Google Kandinsky
Kandinsky lets you make music through art. Users doodle, scribble or draw on a web canvas and hit play to listen to their art work. Some…
Kandinsky lets you make music through art. Users doodle, scribble or draw on a web canvas and hit play to listen to their art work. Some shapes even smile and sing back at you.
This article describes the tech behind the experience. It was a collaboration with our friends at Google Creative Lab where we explored a bunch of different possibilities by sketching through code. Check it out at Chrome Music Experiments.
We started using HTML5 canvas to draw lines every frame, which was too slow. The second iteration used WebGL and turned lines into geometry by triangulation, which worked and was fast but gave us limited control over the look of the line. Our final build uses WebGL to draw lines that are calculated and rendered on the GPU, resulting in a very smooth, dynamic and addictive experience.
WebGL Line drawing
In regular drawing applications, the canvas is stored as pixel data and the pixels are manipulated for every stroke. For Kandinsky however, each line is stored as a separate mesh, made up of a series of points and attached to a WebGL scene.
Below you can see a wireframe example of the resulting mesh.
In this example, the width of the line is constant, however the major benefit of storing the line as a mesh is that each vertex is editable.
Below you can see the widths being manipulated: the velocity of the drawing is used to make the line thicker or thinner; on top of this, as the line is completed, the width is animated with some compound sine curves — creating a wobbly effect.
Because we are rendering a series of points on the GPU, we had the ability to re-draw or erase, which enabled us to animate the lines and create this unique undo effect.
Using a mesh attached to WebGL gave us flexibility to make the lines more interactive; they feel alive on the page and much more engaging than a static image or pre-rendered video.
Multi-threaded physics animations
A big challenge in calculating a large number of interactive objects at once is trying to render the animations consistently at 60fps on every supported device. We handled this by moving the physics math off of the main thread into a WebWorker.

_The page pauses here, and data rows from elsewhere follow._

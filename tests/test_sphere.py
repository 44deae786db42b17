"""Spherical travel times (invert.sphere) against checks from outside the engine.

1. Radial models: our CSV layout (read, write, errors naming file, line and column), the
   two shell laws evaluated by their defining formulas, layers turned into shells.
2. Geometry (common practice): in uniform shells rays are straight, so a uniform sphere
   gives chords T = 2 R sin(Delta / 2) / v (law of cosines for a buried source), and a
   uniform crust over a uniform mantle sphere gives straight legs joined by Snell's law
   r sin(i) / v = p. Thin 'flat' shells converge to the uniform sphere.
3. Direct numerical quadrature of the spherical ray integrals (scipy.integrate.quad)
       Delta = int p dr / (r sqrt(eta^2 - p^2)),  T = int eta^2 dr / (r sqrt(eta^2 - p^2)),
   eta = r / v(r), for a synthetic planet with both shell laws, a liquid outer core and an
   inner core: every branch (P, S, head wave, Pdiff, PKPab, PKPbc, PKIKP, SKS, SKIKS) and
   the earliest of several roots in triplications.
4. The flat engine (invert.forward) on the flattened model (z_f = R ln(R / r),
   v_f = R v / r, x = R Delta; built here from those formulas) gives the same times for
   'flat' shells; the flattening option for layered models.
5. The published ak135 model (Kennett, Engdahl & Buland, GJI 122, 1995; volume from memory) as shipped with
   ObsPy's TauP module (a general-purpose library, used here only as an independent
   check): first-arrival P and direct S 10-95 degrees, core phases, and the distances at
   which branches start and end.
"""

from __future__ import annotations

import csv
import math
import os

import numpy as np
import pytest
from scipy import integrate, optimize

from invert import forward, sphere
from invert.data import DataError
from invert.model import LayerModel

DATA = os.path.join(os.path.dirname(__file__), "data")
PLANET = os.path.join(DATA, "radial_synthetic_planet.csv")
RAD = math.pi / 180.0


# =================================================================== reference integrals
def _read_rows(path):
    """Shell rows of a radial CSV read with the csv module alone (independent of the reader)."""
    with open(path, encoding="utf-8") as fh:
        lines = [ln for ln in fh if ln.strip() and not ln.lstrip().startswith("#")]
    return list(csv.DictReader(lines))
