def _adaptive_checks(c: PlanCollector, steps: list[Step], positions: list[dict[str, tuple[int, int]]],
                     decision: str) -> None:
    """An adaptive capture stops on decided checks, so each of its checks must be decidable
    before the whole capture is in, under a rule that states a risk."""
    for s, pos in zip(steps, positions, strict=False):
        if not isinstance(s, CaptureStep) or s.adaptive is None:
            continue
        where = pos.get("adaptive", pos[""])
        if s.power_on:
            c.error(where, f"step {s.id!r}: a power_on capture takes in the start-up and needs its "
                           "whole capture; it cannot be adaptive")
        if not s.checks:
            c.error(where, f"step {s.id!r}: an adaptive capture needs checks to decide")
        for ch in s.checks:
            at = (ch.line, ch.column) if ch.line else where
            if ch.measurement not in ADAPTIVE_MEASUREMENTS:
                c.error(at, f"step {s.id!r}: {ch.measurement} needs the whole capture and cannot be "
                            "judged early; move it to a capture that is not adaptive (early: "
                            f"{', '.join(ADAPTIVE_MEASUREMENTS)})")
            rule = ch.window.decision or decision
            if rule not in ADAPTIVE_RULES:
                c.error(at, f"step {s.id!r}: {ch.measurement} is judged by {rule!r}, which states "
                            "no risk to stop on; an adaptive capture needs decision guarded or risk")


def _hazards(c: PlanCollector, node: YNode | None) -> tuple[Hazard, ...]:
    if node is None:
        return ()
    if not node.is_list:
        c.error(node, f"hazards: expected a list of {{name, text}} entries, got {described(node.value)}")
        return ()
    out = []
    for i, item in enumerate(node.value):
        m = c.mapping(item, f"hazards[{i}]", ("name", "text"), required=("name", "text"))
        if m is None:
            continue
        name = c.choice(m.get("name"), f"hazards[{i}].name", HAZARD_NAMES)
        text = c.text(m.get("text"), f"hazards[{i}].text")
        if name and text:
            out.append(Hazard(name, text.strip()))
    return tuple(out)


def _defaults(c: PlanCollector, node: YNode | None) -> dict[str, Any]:
    d: dict[str, Any] = {"on_fail": None, "retries": 0, "capture": {}, "monte_carlo": dict(MC_DEFAULTS)}
    m = c.mapping(node, "defaults", DEFAULTS_SPEC)
    if not m:
        return d
    d["on_fail"] = c.choice(m.get("on_fail"), "defaults.on_fail", ("stop", "continue"))
    d["retries"] = c.integer(m.get("retries"), "defaults.retries", 0, 10) or 0
    cap = c.mapping(m.get("capture"), "defaults.capture", CAPTURE_DEFAULT_KEYS)
    if cap:
        fields = _yaml_keys(CaptureStep)
        for key, vnode in cap.items():
            if key in fields:
                v = _field(c, fields[key], vnode, f"defaults.capture.{key}")
                if v is not None:
                    d["capture"][key] = v
    d["monte_carlo"] = parse_monte_carlo(c, m.get("monte_carlo"), "defaults.monte_carlo", MC_DEFAULTS)
    return d


def _field(c: PlanCollector, f: dataclasses.Field, node: YNode, path: str) -> Any:
    md = f.metadata
    kind = md["kind"]
    if kind in ("str",):
        return c.ident(node, path) if f.name == "id" else c.text(node, path)
    if kind == "text":
        v = c.text(node, path)
        return v.strip() if v else v
    if kind == "int":
        return c.integer(node, path, md["minimum"], md["maximum"])
    if kind == "bool":
        return c.boolean(node, path)
    if kind == "choice":
        return c.choice(node, path, md["choices"])
    if kind == "quantity":
        return c.quantity(node, path, md["unit"], md["minimum"], md["maximum"])
    raise AssertionError(f"unhandled field kind {kind}")  # a model/loader mismatch, not user input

Inside the WebWorker, we maintain the state of each shape in the form of a Vector object with X and Y co-ordinates for each point that is drawn as part of the shape.
When a shape plays a sound, the points are scaled up and snap back to their original position with a spring physics calculation. While it’s animating, the co-ordinates are all flattened into a Float32Array which is passed back to the main thread at lightning speed thanks to transferable objects in WebWorkers. Once back to the main thread, the geometry of the line is updated with new data - ready to draw on the next animation frame!
Gesture recognition
When the user draws a circle or triangle, the program recognizes the shape and applies a unique sound and effect.
We used a library called Dollar Gesture Recognizer to achieve this. A bunch of sample gestures for each shape in each direction are stored and then called for comparison.
As a user draws his line, the line is simplified, compared against the library samples, and then smoothed to create the final form. Comparing the simplified line shaved many milliseconds from the total computation time.
The recognition is still not 100% accurate, however for a fun little app like this, it’s perfectly suited.
Playback timing
Some pre-calculations make it as easy as possible to create nice-sounding compositions.
The sounds that were chosen for each shape and scheme were all notes taken from a single scale. Therefore when a user draws shapes in different areas of the screen, varying notes make coherent chords and melodies. The different shape’s sounds were also composed to work well together.
The timing of each beat was forced to conform to a specific rhythm. The length of the beat was determined by the amount of shapes across the screen. Therefore each sound seems to play at the right time, and the user doesn’t have to worry about positioning their drawings on the canvas.
Shapes close enough to each other going left-to-right are played at the same time to create chords, and to help keep the different sounds in rhythm.
Facial animation
To make the app more playful, each circle is decorated with eyes that blink and a mouth that sings.
These elements were added into the physics simulation so that they interacted in the same way as the surrounding line.
The animations were made using a sprite sheet of different eye and mouth shapes, switching between them to create the different effects.
In order to apply the correct color to the eyes, a shader multiplies the input eye shape against the selected color. This value could then be animated when toggling between colors.
Conclusion
This project is definitely an Active Theory all time favorite, the concept is simple and fun (thanks Creative Lab) and is the perfect example of using complex technology to create an experience that requires little to no instruction. People just dive in and start making music. It took the form of one prototype or another over the last two years, and we’re ecstatic to be able to finally share it.